Source data START

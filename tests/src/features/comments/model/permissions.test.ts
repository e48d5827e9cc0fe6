import { describe, expect, it } from 'vitest';
import { commentRights } from '../../../../../src/features/comments/model/permissions';

describe('comment rights in the rail', () => {
  it('lets a pilot resolve on their own flight only', () => {
    expect(commentRights('pilot', 'u1', 'u1').canResolve).toBe(true);
    expect(commentRights('pilot', 'u1', 'u2').canResolve).toBe(false);
    expect(commentRights('pilot', 'u1', null).canResolve).toBe(false);
  });

  it('lets coaches, tuners and owners resolve on any flight', () => {
    for (const role of ['coach', 'tuner', 'owner'] as const)
      expect([role, commentRights(role, 'u1', 'u2').canResolve]).toEqual([role, true]);
  });

  it('gives a viewer read only', () => {
    expect(commentRights('viewer', 'u1', 'u1')).toEqual({
      canComment: false,
      canResolve: false,
      canRequestReview: false,
      canEditOwn: false,
      canDeleteOwn: false,
      canDeleteAny: false,
    });
  });

  it('gives nothing to someone signed out or outside the team', () => {
    expect(commentRights(null, 'u1', 'u1')).toEqual({
      canComment: false,
      canResolve: false,
      canRequestReview: false,
      canEditOwn: false,
      canDeleteOwn: false,
      canDeleteAny: false,
    });
    expect(commentRights('owner', null, null).canComment).toBe(false);
  });

  it('keeps requesting review to those who upload and deleting others’ comments to the owner', () => {
    expect(commentRights('coach', 'u1', 'u2').canRequestReview).toBe(false);
    expect(commentRights('pilot', 'u1', 'u1').canRequestReview).toBe(true);
    expect(commentRights('pilot', 'u1', 'u2').canRequestReview).toBe(false);
    expect(commentRights('tuner', 'u1', 'u2').canRequestReview).toBe(true);
    expect(commentRights('tuner', 'u1', 'u2').canDeleteAny).toBe(false);
    expect(commentRights('owner', 'u1', 'u2').canDeleteAny).toBe(true);
  });

  it('lets own comments be edited and deleted only while the role still comments', () => {
    for (const role of ['owner', 'tuner', 'pilot', 'coach'] as const) {
      const r = commentRights(role, 'u1', 'u2');
      expect([role, r.canEditOwn, r.canDeleteOwn]).toEqual([role, true, true]);
    }
    // A member demoted to viewer keeps authorship but not the right.
    const viewer = commentRights('viewer', 'u1', 'u2');
    expect([viewer.canEditOwn, viewer.canDeleteOwn]).toEqual([false, false]);
  });
});
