# Above this Kp the default Starkov model follows Gussenhoven's slopes (our choice).
STORM_KP = 6.0

STORM_HANDLING = {
    "starkov1994": (
        "above Kp 6 the two equatorward Starkov boundaries keep their Kp 6 shape and move "
        "equatorward by Gussenhoven et al. (1983) diffuse-boundary slope x (Kp - 6); the "
        "poleward edge stays as published"
    ),
    "starkov1994-published": "none: Starkov (1994) as published (boundaries stall above Kp 7)",
    "gussenhoven1983": "none: the published linear fits in Kp, used up to Kp 9",
}


def check_kp(kp) -> np.ndarray:
    """Kp as a float array, refusing values outside 0-9 with one line.

    Parameters
    ----------
    kp : float or array_like
        Planetary K index as a decimal (thirds as 4.33, 4.67).

    Returns
    -------
    ndarray
    """
    kp = np.asarray(kp, dtype=float)
    bad = ~((kp >= KP_MIN) & (kp <= KP_MAX))
    if np.any(bad):
        value = kp[bad].flat[0] if kp.ndim else float(kp)
        raise InputError(f"Kp {value:g} is outside 0 to 9; give a Kp from 0 to 9 (e.g. 3 or 4.33)")
    return kp


def _al_turning_kp() -> float:
    """Kp at which Starkov's AL(Kp) cubic has its minimum (dAL/dKp = 0, the smaller root)."""
    _, c1, c2, c3 = KP_TO_AL
    a, b, c = 3.0 * c3, 2.0 * c2, c1
    roots = np.roots([a, b, c]).real
    return float(min(r for r in roots if r > 0))


KP_AL_TURNING = _al_turning_kp()
"""Kp ~ 0.232 where AL = 18 - 12.3 Kp + 27.2 Kp^2 - 2 Kp^3 has its minimum (16.6 nT)."""


def kp_to_al(kp):
    """|AL| in nT from Kp by Starkov (1994b): AL = 18 - 12.3 Kp + 27.2 Kp^2 - 2.0 Kp^3.

    The published cubic dips from 18 nT at Kp 0 to 16.6 nT at Kp 0.232 before
    rising, which would shrink the oval slightly as Kp rises from 0 (an
    artefact of the fit, not physics). Below ``KP_AL_TURNING`` AL is held at
    that minimum, so AL never falls as Kp rises and no equatorward boundary
    moves poleward with Kp.

    Parameters
    ----------
    kp : array_like
        Planetary K index, 0-9.

    Returns
    -------
    ndarray
        Magnitude of the AL index in nT.

    References
    ----------
    Starkov (1994b), Geomagnetism and Aeronomy 34(1), 101-103; Sigernes et al. (2011).
    """
    kp = np.maximum(np.asarray(kp, dtype=float), KP_AL_TURNING)
    c0, c1, c2, c3 = KP_TO_AL
    return np.abs(c0 + kp * (c1 + kp * (c2 + kp * c3)))


def _cubic(coeffs, x):
    b0, b1, b2, b3 = coeffs
    return b0 + x * (b1 + x * (b2 + x * b3))
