/** Changes the status if it is still `from` at version `version`; false when someone acted first. */
export async function compareAndSetStatus(
  db: DbOrTrx,
  recordId: string,
  version: number,
  from: string,
  to: string,
): Promise<boolean> {
  const r = await db
    .updateTable('records')
    .set({
      status: to,
      updated_at: sql`now()`,
      // Publishing makes this version the one readers see; every other move keeps theirs.
      ...(to === 'published'
        ? { published_at: sql`coalesce(published_at, now())`, published_version: version }
        : {}),
    })
    .where('id', '=', recordId)
    .where('current_version', '=', version)
    .where('status', '=', from)
    .executeTakeFirst();
  return Number(r.numUpdatedRows) === 1;
}

const versionColumns = sql`v.*, v.embargo_until::text AS embargo_until`;

export async function getVersion(
  db: DbOrTrx,
  recordId: string,
  version: number,
): Promise<VersionRow | undefined> {
  const r = await sql<
    VersionRow & { search?: unknown }
  >`SELECT ${versionColumns} FROM record_versions v WHERE v.record_id = ${recordId} AND v.version = ${version}`.execute(
    db,
  );
  return strip(r.rows[0]);
}

export async function listVersions(db: DbOrTrx, recordId: string): Promise<VersionRow[]> {
  const r = await sql<
    VersionRow & { search?: unknown }
  >`SELECT ${versionColumns} FROM record_versions v WHERE v.record_id = ${recordId} ORDER BY v.version`.execute(
    db,
  );
  return r.rows.map((x) => strip(x)!);
}

function strip<T extends { search?: unknown }>(row: T | undefined): Omit<T, 'search'> | undefined {
  if (!row) return undefined;
  const { search: _search, ...rest } = row;
  return rest;
}

/** Appends a curator decision; its id. */
export async function insertReview(
  db: DbOrTrx,
  r: {
    recordId: string;
    version: number;
    reviewerId: string;
    decision: string;
    reason: string | null;
  },
): Promise<string> {
  const row = await db
    .insertInto('reviews')
    .values({
      record_id: r.recordId,
      version: r.version,
      reviewer_id: r.reviewerId,
      decision: r.decision,
      reason: r.reason,
    })
    .returning('id')
    .executeTakeFirstOrThrow();
  return row.id;
}

/** The newest decision on a record at `minVersion` or later, with who made it. */
export async function latestDecision(
  db: DbOrTrx,
  recordId: string,
  minVersion: number,
): Promise<
  { decision: string; version: number; created_at: Date; reviewer_name: string | null } | undefined
> {
  return db
    .selectFrom('reviews as v')
    .innerJoin('User as u', 'u.id', 'v.reviewer_id')
    .select(['v.decision', 'v.version', 'v.created_at', 'u.name as reviewer_name'])
    .where('v.record_id', '=', recordId)
    .where('v.version', '>=', minVersion)
    .orderBy('v.created_at', 'desc')
    .limit(1)
    .executeTakeFirst();
}

export async function listReviews(db: DbOrTrx, recordId: string): Promise<ReviewRow[]> {
  return db
    .selectFrom('reviews')
    .selectAll()
    .where('record_id', '=', recordId)
    .orderBy('created_at')
    .orderBy('id')
    .execute();
}

export async function insertFlag(
  db: DbOrTrx,
  f: { recordId: string; version: number; reporterId: string; reason: string },
): Promise<string> {
  const r = await db
    .insertInto('flags')
    .values({
      record_id: f.recordId,
      version: f.version,
      reporter_id: f.reporterId,
      reason: f.reason,
    })
    .returning('id')
    .executeTakeFirstOrThrow();
  return r.id;
}

export async function resolveOpenFlags(db: DbOrTrx, recordId: string, by: string): Promise<number> {
  const r = await db
    .updateTable('flags')
    .set({ status: 'resolved', resolved_by: by, resolved_at: sql`now()` })
    .where('record_id', '=', recordId)
    .where('status', '=', 'open')
    .executeTakeFirst();
  return Number(r.numUpdatedRows);
}

// ---- embargoes ----

/** Lab-private records whose readers' version has an embargo that ended on or before `day` and was not lifted yet. */
export async function dueEmbargoes(
  db: DbOrTrx,
  day: string,
): Promise<{ id: string; handle: string; lab_id: string | null; embargo_until: string }[]> {
  const r = await sql<{
    id: string;
    handle: string;
    lab_id: string | null;
    embargo_until: string;
  }>`SELECT r.id, r.handle, r.lab_id, v.embargo_until::text AS embargo_until
       FROM records r
       JOIN record_versions v ON v.record_id = r.id AND v.version = r.published_version
      WHERE r.status IN ('published', 'flagged', 'submitted', 'changes_requested', 'declined')
        AND v.visibility = 'lab' AND v.embargo_until IS NOT NULL AND v.embargo_until <= ${day}::date
        AND r.embargo_lifted_for IS DISTINCT FROM v.embargo_until
      ORDER BY v.embargo_until, r.handle
      LIMIT 200`.execute(db);
  return r.rows;
}

/** Notes an embargo as lifted, once: false when another process lifted it first. */
export async function markEmbargoLifted(
  db: DbOrTrx,
  recordId: string,
  embargoUntil: string,
): Promise<boolean> {
  const r = await db
    .updateTable('records')
    .set({ embargo_lifted_for: embargoUntil, updated_at: sql`now()` })
    .where('id', '=', recordId)
    .where(sql<boolean>`embargo_lifted_for IS DISTINCT FROM ${embargoUntil}::date`)
    .executeTakeFirst();
  return Number(r.numUpdatedRows) === 1;
}

// ---- raw files and analyses ----

export async function insertRawFile(
  db: DbOrTrx,
  f: {
    recordId: string;
    objectKey: string;
    originalName: string;
    safeName: string;
    bytes: number;
    sha256: string;
    mediaType: string;
    mapping: unknown;
    parseSummary: unknown;
    uploadedBy: string;
  },
): Promise<string> {
  const r = await db
    .insertInto('raw_files')
    .values({
      record_id: f.recordId,
      object_key: f.objectKey,
      original_name: f.originalName,
      safe_name: f.safeName,
      bytes: f.bytes,
      sha256: f.sha256,
      media_type: f.mediaType,
      mapping: JSON.stringify(f.mapping ?? {}),
      parse_summary: JSON.stringify(f.parseSummary ?? {}),
      uploaded_by: f.uploadedBy,
    })
    .returning('id')
    .executeTakeFirstOrThrow();
  return r.id;
}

Source data END

Set down precisely the lines above between the line holding "function strip<T extends" and the line holding "made it. */", inclusive, and nothing beyond them.

function strip<T extends { search?: unknown }>(row: T | undefined): Omit<T, 'search'> | undefined {
  if (!row) return undefined;
  const { search: _search, ...rest } = row;
  return rest;
}

/** Appends a curator decision; its id. */
export async function insertReview(
  db: DbOrTrx,
  r: {
    recordId: string;
    version: number;
    reviewerId: string;
    decision: string;
    reason: string | null;
  },
): Promise<string> {
  const row = await db
    .insertInto('reviews')
    .values({
      record_id: r.recordId,
      version: r.version,
      reviewer_id: r.reviewerId,
      decision: r.decision,
      reason: r.reason,
    })
    .returning('id')
    .executeTakeFirstOrThrow();
  return row.id;
}

/** The newest decision on a record at `minVersion` or later, with who made it. */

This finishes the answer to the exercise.